Can AI revolutionize automated game testing?
Artificial Intelligence has progressed tremendously to the point we can automate entire categories of tasks. The idea of AI playing a game and automatically finding defects is not new. But is it possible to automate game testing with AI today?
What do we mean by Artificial Intelligence?
Artificial Intelligence is a very large field that encompasses a wide variety of purposes. So before anything else, we need to define a few terms.
Machine Learning (ML)
Machine learning is a set of methods and algorithms that improves automatically through training. The training can be supervised or unsupervised. It is the branch of AI that grew the most in the past decade.
Supervised learning
Supervised machine learning is done via the use of training data. Humans label data and feed it to the ML algorithm. The algorithm can then extrapolate on data it hasn't seen before. For example the data could be a set of labelled pictures. Feed these to the algorithm and then it will be able to identify which has or hasn't cats in it.
Reinforcement learning
Reinforcement machine learning isn't trained using data but trial and error instead. Successful attempts reinforce the algorithm into a particular direction. It is up to the humans designing the learning method to decide what counts as a success.

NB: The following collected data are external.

// Bench slots in the browser: a member picks a club evening in the Material datepicker, books a
// free slot on a bench, sees it as theirs, the confirmation mail arrives; a technician sees the
// evening's list with that booking; the member cancels and the slot is free again.
import { expect, test, type Page } from '@playwright/test';
import { DateTime } from 'luxon';
import { DEMO, SCREENSHOTS, signIn, waitForMail } from './support';

// The demo club's evenings are Tuesdays and Thursdays 19:00-22:00 in Europe/London (seeder 020);
// take one at least three days ahead (clear of the cancellation cut-off) and inside the 28-day horizon.
function clubEvening(): DateTime {
  let d = DateTime.now().setZone('Europe/London').startOf('day').plus({ days: 3 });
  while (d.weekday !== 2 && d.weekday !== 4) d = d.plus({ days: 1 });
  return d;
}

/** Opens the datepicker and picks `day` (moving a month on when needed). */
async function pickDay(page: Page, day: DateTime) {
  await page.getByRole('button', { name: 'Open calendar' }).click();
  const label = day.setLocale('en-US').toFormat('MMMM d, yyyy'); // the native adapter's accessible label
  const cell = page.locator(`.mat-calendar-body-cell[aria-label="${label}"]`);
  for (let i = 0; i < 2 && !(await cell.isVisible()); i++) await page.getByRole('button', { name: 'Next month' }).click();
  await cell.click();
  await expect(page.locator('mat-calendar')).toHaveCount(0);
}

test('a member books a slot on a date, sees it taken by them and cancels it; a technician sees the evening', async ({ browser }) => {
  const evening = clubEvening();
  const member = await browser.newPage();
  await signIn(member, DEMO.member);
  await member.getByRole('link', { name: 'Bench slots' }).click();
  await member.getByRole('link', { name: 'Book a bench slot' }).click();
  await expect(member.getByRole('heading', { name: 'Book a bench slot' })).toBeVisible();
  await pickDay(member, evening);

  const heron = member.locator('article', { has: member.getByRole('heading', { name: 'Heron bench' }) });
  const slot = heron.getByRole('button', { name: /21:30–22:00/ });
  await expect(slot).toContainText('Free');
  await slot.click();
  await expect(slot).toContainText('Chosen');
  await expect(member.getByRole('heading', { name: /Heron bench, .* 21:30–22:00 \(1 slot\)/ })).toBeVisible();

  // The form says what is missing before anything is sent.
  await member.getByRole('button', { name: 'Book this slot' }).click();
  await expect(member.getByText('Enter what the slot is for.')).toBeVisible();
  await member.getByLabel('What for').click();
  await member.getByRole('option', { name: 'Self-service work' }).click();
  await member.getByLabel('Note for the technicians (optional)').fill('Checking the PA bias on the Heron 100');
  await member.getByRole('button', { name: 'Book this slot' }).click();

  await expect(slot).toContainText('Yours');
  await expect(slot).toBeDisabled();
  await expect(member.getByRole('heading', { name: 'Your bookings this day' })).toBeVisible();
  await member.screenshot({ path: `${SCREENSHOTS}/bench-slot-booked.png`, fullPage: true });
  const mail = await waitForMail(DEMO.member.email, /^Bench slot booked: Heron bench/);
  expect(mail.text).toContain('21:30');

  const tech = await browser.newPage();
  await signIn(tech, DEMO.technician);
  await tech.getByRole('link', { name: 'Tonight at the bench' }).click();
  await expect(tech.getByRole('heading', { name: 'Tonight at the bench' })).toBeVisible();
  await pickDay(tech, evening);
  const entry = tech.getByRole('listitem').filter({ hasText: 'Perrin Sallow' }).filter({ hasText: '21:30–22:00' });
  await expect(entry).toContainText('Heron bench · Self-service work');
  await expect(entry).toContainText('Checking the PA bias');
  await expect(entry.getByRole('button', { name: 'Mark no-show' })).toBeDisabled(); // not started yet
  await tech.screenshot({ path: `${SCREENSHOTS}/tonight-at-the-bench.png`, fullPage: true });

  await member.getByRole('button', { name: 'Cancel this booking' }).click();
  await expect(slot).toContainText('Free');
  await expect(slot).toBeEnabled();
  await tech.getByRole('button', { name: 'Refresh' }).click();
  await expect(tech.getByRole('listitem').filter({ hasText: 'Perrin Sallow' }).filter({ hasText: '21:30–22:00' })).toHaveCount(0);
});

Artificial General Intelligence (AGI)
AGI is the ability of a machine (or set of machines) to learn and reason like humans do. It is the holy grail of AI since it would be hard to distinguish AGI from a human. It is hypothetical and doesn't exist yet.
As you can suspect ML is very far from being AGI. In the rest of this article we use AI and ML interchangeably to mean the same thing.
What can AI do today?
While we're still far from general intelligence, current algorithms can already achieve interesting results. For example here is a video showing an artificial neural network learning to play Mario:
The video explains the use of Neural Networks and Genetic Algorithms to train an AI against a level of Mario. The AI itself is trained to complete the level, and doesn't explore it. But nothing prevents us from changing the reward mechanism to serve this purpose instead.
More recently OpenAI demonstrated how competing agents can explore, learn, and exploit a given playground:
The video demonstrate how agents can progressively learn what is possible in a given game of hide and seek, and ultimately lead to bug exploitation.
In the context of game testing, AI seems to be well suited for exploring the limits of gameplay. Here are example scenarios in which it can be useful:
- Checking if uncommon input combination breaks the game (Monkey testing)
- Checking if existing bugs can be exploited by players
- Checking if different factions of a game are balanced
- Checking if the game can sustain long play sessions
The limits of AI
While the current state of AI could in theory expose bugs in a game, there are still critical elements it can't overcome.
For example, imagine you're building an FPS game with multiple weapons, but one of them is broken. A human player will likely see the weapon doesn't do any damage, but an AI cannot. For the algorithm the broken weapon is simply weak, and thus it will stop using it.
The notion of a bug is always relative to the game design. For example, while platformers usually don't allow players to go through walls, it can be part of a secret room, or even an entire game mechanic. How in this context an AI would be able to distinguish between these cases? It would have to understand the design of the game.
This leads to another point: even if an AI can be used to identify bugs, reporting them is another story. With the above example, let's assume an AI identified the broken weapon as a bug. How does the AI reports it? We could imagine the AI recording a brief video showing the bug, but it might not be visually significant. A textual explanation would be better.
One of the valued skills of QA testers is to produce good bug reports. And their communication skills is paramount to fulfill this goal. This is something an AI would struggle to achieve.
Above all that, what an AI can't do is create tests scenario validating a design. This is why authored tests are valuable. If we take the weapon example once again, a QA engineer would write a specific scenario to validate that the weapon is working. A manual tester, or an automated test case can then ensure this specific test passes. This level of specificity is currently out of reach for AI algorithms, and would require extensive human intervention.
The cost of AI
Often, AI is envisioned as a black box you can simply turn on to automate a process. The traditional chat bot comes to mind. But in the context of automated game testing, off-the-shelf solutions would likely be inefficient:
- Every game is different
- Identifying bugs and communicating about them is very specific
- AI algorithms require dedicated people and infrastructure
This last point raises a very important issue: AI is not free. Unsupervised machine learning requires millions of simulated runs (as mentioned in the videos). Moreover, any major change in the game might require to re-train the AI.
So with that in mind, it is important to ponder the cost between an AI solution and more traditional QA processes.
Conclusion
As we saw, the current state of AI can produce interesting results. However, game testing requires extreme specificity. This creates a gap between the current state of the art, and what would be required for AI automation to be useful.
It is nonetheless a space to keep an eye on. Middle-ground solutions rather than full automation could prove beneficial for QA engineers.